The tensions between the OVP and CIA were obviously at risk of boiling over. The CIA analyst told Gibbs that Wilson's op-ed played into "the Administration (being) pissed at the CIA." Again, we see shades of that old Nixon paranoia. If Cheney believed that Wilson's trip was not "legitimate," but was "in effect a junket set up" by Plame, it seems worth considering the possibility that Cheney was involved in the plan to leak more than a NIE.
{5} Conclusion
In one of my favorite books, "We Talk, You Listen," Vine Deloria, Jr. writes, "The New Left has tried to create a sense of revolution by shouting slogans and marching up and down the streets.

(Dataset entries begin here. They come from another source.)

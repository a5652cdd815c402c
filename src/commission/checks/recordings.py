"""Checks that read files taken on site: waveform captures, soak and regulation logs.

Each check gathers its settings from the checklist (inputs and parameters) and calls the
file kind's analysis in :mod:`commission.analyses` — the same function, with the same
defaults, that ``commission analyse`` and the record's charts call — and returns its verdict
as an Outcome carrying the analysis. A file the check cannot read gives ``review`` with
the reader's one-line reason (naming the file as recorded), never an exception.
"""

from __future__ import annotations

import math
from pathlib import Path
from typing import Any

from ..analyses.capture import SRC_CLAMP
from ..analyses.regulation import DEFAULT_HOLD_S, SRC_REGULATION
from ..analyses.soak import (
    DEFAULT_MAX_RMSE_K,
    DEFAULT_MIN_COVERAGE,
    DEFAULT_RISE_FACTOR,
    SRC_SOAK,
)
from ..units import format_number as f
from .registry import (
    FAIL,
    PASS,
    REVIEW,
    Context,
    Expected,
    Input,
    Measured,
    MissingInput,
    Outcome,
    Param,
    check,
    csv_list,
)

SIGN = "positive power = import"


def read_settings(ctx: Context):
    """How to read the item's file: the profile stored with its entry, with the
    checklist's WAV full-scale parameters where the item has them."""
    from ..analyses import ReadSettings

    read = ReadSettings.from_json(ctx.extra.get("read_with"))
    v_fs = ctx.params.get("wav_v_full_scale")
    i_fs = ctx.params.get("wav_i_full_scale")
    if v_fs and i_fs and read.v_scale is None and read.i_scale is None:
        read = read.merged(ReadSettings(v_scale=float(v_fs), i_scale=float(i_fs)))
    return read


def file_analysis(ctx: Context, value: Any, kind: str, settings: Any, read: Any = None):
    """The analysis of a recorded file (``commission.analyses``), computed once per file,
    kind and settings; a file it cannot read raises ValueError with the reader's line,
    naming the file by its recorded name (never a temporary copy)."""
    from .. import analyses
    from ..captures import CaptureError

    path: Path = ctx.file_path(value)
    name = str(value.get("name", "")) or None
    read = read if read is not None else read_settings(ctx)
    run_fn = {"capture": analyses.analyse_capture, "heating": analyses.analyse_heating,
              "soak": analyses.analyse_soak, "regulation": analyses.analyse_regulation}[kind]

    def run():
        try:
            return run_fn(path, settings, read, name=name)
        except (CaptureError, ValueError) as exc:
            return ValueError(" ".join(str(exc).split()))

    result = ctx.memo(("analysis", kind, value["sha256"], repr(settings), repr(read), name),
                      run, shared=name is not None)
    if isinstance(result, Exception):
        raise result
    return result


def outcome_of(a) -> Outcome:
    """An analysis as the check's Outcome (verdict, reason, source, measured, expected)."""
    measured = None
    if a.measured is not None and a.measured[0] is not None:
        measured = Measured(a.measured[0], a.measured[1])
    expected = None
    if a.expected is not None:
        e = dict(a.expected)
        expected = Expected(e.pop("unit", None), **e)
    return Outcome(a.verdict, a.reason, a.source, measured, expected, analysis=a)


WAV_PARAMS = {
    "wav_v_full_scale": Param(None, "V", "the measurement front end's calibration",
                              "volts at full scale, for WAV captures"),
    "wav_i_full_scale": Param(None, "A", "the measurement front end's calibration",
                              "amperes at full scale, for WAV captures"),
}


def _capture(ctx: Context, value: Any, settings: Any = None):
    from ..analyses import CaptureSettings

    return file_analysis(ctx, value, "capture", settings or CaptureSettings())




@check(
    "clamp_capture",
    summary="clamp direction and phase from a waveform capture, judged by its state",
    source=SRC_CLAMP,
    kinds=("file",),
    inputs={
        "state": Input("the state the capture was taken in (choice item)", required=False),
        "expect": Input("'import' or 'export' at the moment of the capture, for checklists "
                        "without a state item", required=False),
    },
    params=dict(WAV_PARAMS),
)
def clamp_capture(ctx: Context) -> Outcome:
    from ..analyses import CaptureSettings

    state = str(ctx.input("state")) if ctx.has("state") else None
    expect = str(ctx.input("expect")) if ctx.has("expect") else None
    if state is not None:
        expect = None  # the state says what is expected
    a = _capture(ctx, ctx.value, CaptureSettings(state=state, expect=expect))
    return outcome_of(a)


@check(
    "heatsink_soak",
    summary="heatsink steady state from a soak log",
    source=SRC_SOAK,
    kinds=("file",),
    inputs={
        "ambient": Input("ambient temperature during the soak (unless the log has an ambient "
                         "column)", required=False),
        "worst_ambient": Input("worst expected ambient", required=False),
        "limit": Input("heatsink limit temperature"),
    },
    params={
        "rise_factor": Param(DEFAULT_RISE_FACTOR, None,
                             "CHECKS.md: conduction loss and rise +15–20 % at +10 % supply "
                             "voltage; 1.2 covers it"),
        "max_rmse_k": Param(DEFAULT_MAX_RMSE_K, "K", "our default: a poorer fit is not trusted"),
        "min_coverage": Param(DEFAULT_MIN_COVERAGE, None,
                              "CHECKS.md: a steady state is pinned down once the log covers "
                              "about three of the slowest time constant"),
    },
)
def heatsink_soak(ctx: Context) -> Outcome:
    from ..analyses import SoakSettings

    settings = SoakSettings(
        limit_c=float(ctx.input("limit")),
        ambient_c=float(ctx.input("ambient")) if ctx.has("ambient") else None,
        worst_ambient_c=float(ctx.input("worst_ambient")) if ctx.has("worst_ambient") else None,
        rise_factor=float(ctx.param("rise_factor")),
        max_rmse_k=float(ctx.param("max_rmse_k")),
        min_coverage=float(ctx.param("min_coverage")),
    )
    try:
        a = file_analysis(ctx, ctx.value, "soak", settings)
    except ValueError as exc:
        if settings.ambient_c is None and "no ambient column" in str(exc):
            raise MissingInput("ambient", ctx.refs.get("ambient")) from None
        raise
    return outcome_of(a)


@check(
    "regulation_log",
    summary="grid power held in the dead band in automatic mode",
    source=SRC_REGULATION,
    kinds=("file",),
    inputs={"dead_band": Input("dead band D in W (power reading or constant)")},
    params={"settle_hold_s": Param(DEFAULT_HOLD_S, "s",
                                   "our default: time in the band that counts as settled")},
)
def regulation_log(ctx: Context) -> Outcome:
    from ..analyses import RegulationSettings

    settings = RegulationSettings(dead_band_w=float(ctx.input("dead_band")),
                                  hold_s=float(ctx.param("settle_hold_s")))
    return outcome_of(file_analysis(ctx, ctx.value, "regulation", settings))


SRC_HARMONICS = ("IEC 61000-3-2 Class A Table 1 (from memory; a type test, indicative on site); "
                 "phase-control spectrum, Rashid, Power Electronics (from memory)")


@check(
    "harmonic_emission",
    summary="harmonic currents at part output against IEC 61000-3-2 Class A",
    source=SRC_HARMONICS,
    kinds=("choice",),
    inputs={
        "cold_resistance": Input("element cold resistance"),
        "supply_voltage": Input("measured supply voltage"),
        "capture": Input("a capture at part output (file item)", required=False),
    },
    params={
        "fraction": Param(0.5, None, "our default: the prediction is made at half power"),
        "burst_options": Param("burst fire", None, "checklist options for whole-cycle control"),
        **WAV_PARAMS,
    },
)
def harmonic_emission(ctx: Context) -> Outcome:
    from ..physics import phase_control
    from ..physics.harmonic_limits import class_a_limit_a

    mode = str(ctx.value)
    if mode in csv_list(ctx.param("burst_options")):
        return Outcome(PASS, "whole-cycle (burst-fire) control: no integer harmonics; its "
                       "on/off steps matter for flicker (IEC 61000-3-3, indicative)",
                       SRC_HARMONICS)
    r = float(ctx.input("cold_resistance"))
    u = float(ctx.input("supply_voltage"))
    if ctx.has("capture"):
        a = _capture(ctx, ctx.input("capture"))
        currents = {h["order"]: h["i_rms"] for h in a.figures["harmonics"]
                    if h["i_rms"] is not None}
        basis = f"measured at part output ({a.figures['p_w']:.0f} W)"
    else:
        fraction = float(ctx.param("fraction"))
        # Solved once per job state, not on every re-evaluation during the walk.
        alpha = ctx.memo(("firing_angle", fraction),
                         lambda: float(phase_control.firing_angle_for_fraction(fraction)))
        spectrum = phase_control.current_spectrum(u, r, alpha)
        currents = dict(zip(spectrum.orders, spectrum.harmonic_rms_a, strict=True))
        basis = (f"predicted at {f(fraction * 100)} % power (α {math.degrees(alpha):.0f}°) "
                 f"for {f(r)} Ω at {f(u)} V")
    over = [(h, x, class_a_limit_a(h)) for h, x in sorted(currents.items())
            if 2 <= h <= 40 and x > class_a_limit_a(h)]
    h3 = currents.get(3, 0.0)
    measured = Measured(round(h3, 3), "A")
    expected = Expected("A", max=class_a_limit_a(3))
    if not over:
        return Outcome(PASS, f"harmonic currents {basis} are within Class A (h3 {h3:.2f} A)",
                       SRC_HARMONICS, measured, expected)
    worst = ", ".join(f"h{h} {x:.2f} A > {lim:.2f} A" for h, x, lim in over[:4])
    return Outcome(
        REVIEW,
        f"{basis}: over Class A at {len(over)} order(s) ({worst}); a finding to report, not a "
        "fault — where local rules or the network operator require it, use burst-fire control",
        SRC_HARMONICS, measured, expected,
    )


__all__ = ["FAIL", "clamp_capture", "harmonic_emission", "heatsink_soak", "regulation_log"]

But when the hated establishment is left secure in its citadel, certain that it cannot be dislodged, then it has very little reason to pay attention to them and maintains the power to suppress them. The New Left should use the system to create uncertainty in the minds of Congressmen it dislikes so that all would tend to change lest lightening strike them in their next election. ...There has never been a ystem yet that would not gladly sacrifice one of its own for a moment's peace, no matter how brief. If the system is to be changed, then those who would change it should pinpoint its weak spot, its blockage points, and place aqll pressure on that one point until the blockage is cleared." (pages 65-66)
Legally, we can trust Mr. Fitzgerald to address the issues involving the crimes of Libby and Rove, and perhaps even VP Cheney. But politically, we have a wonderful opportunity. It is being reported that the President left the leaking of the NIE up to VP Cheney. The Office of the President is surely attempting to distance Bush from Cheney on this. Dick Cheney is the administration's weak spot, and the blockage point that we should be putting public pressure on right now.
Cheney is more unpopular than Spiro Agnew. While republicans will fight any immediate effort to punish Bush formally for his scandals, they will sacrifice Cheney. In my conversations with aides to moderate democratic congressmen, there is far more interest in going after Cheney this summer, than attacking Bush. I am not for a second excusing Bush, or attempting to suggest that democrats let him off. But there are many advantages to flushing Cheney out of the system first .... much as there was in flushing Agnew in the Watergate days.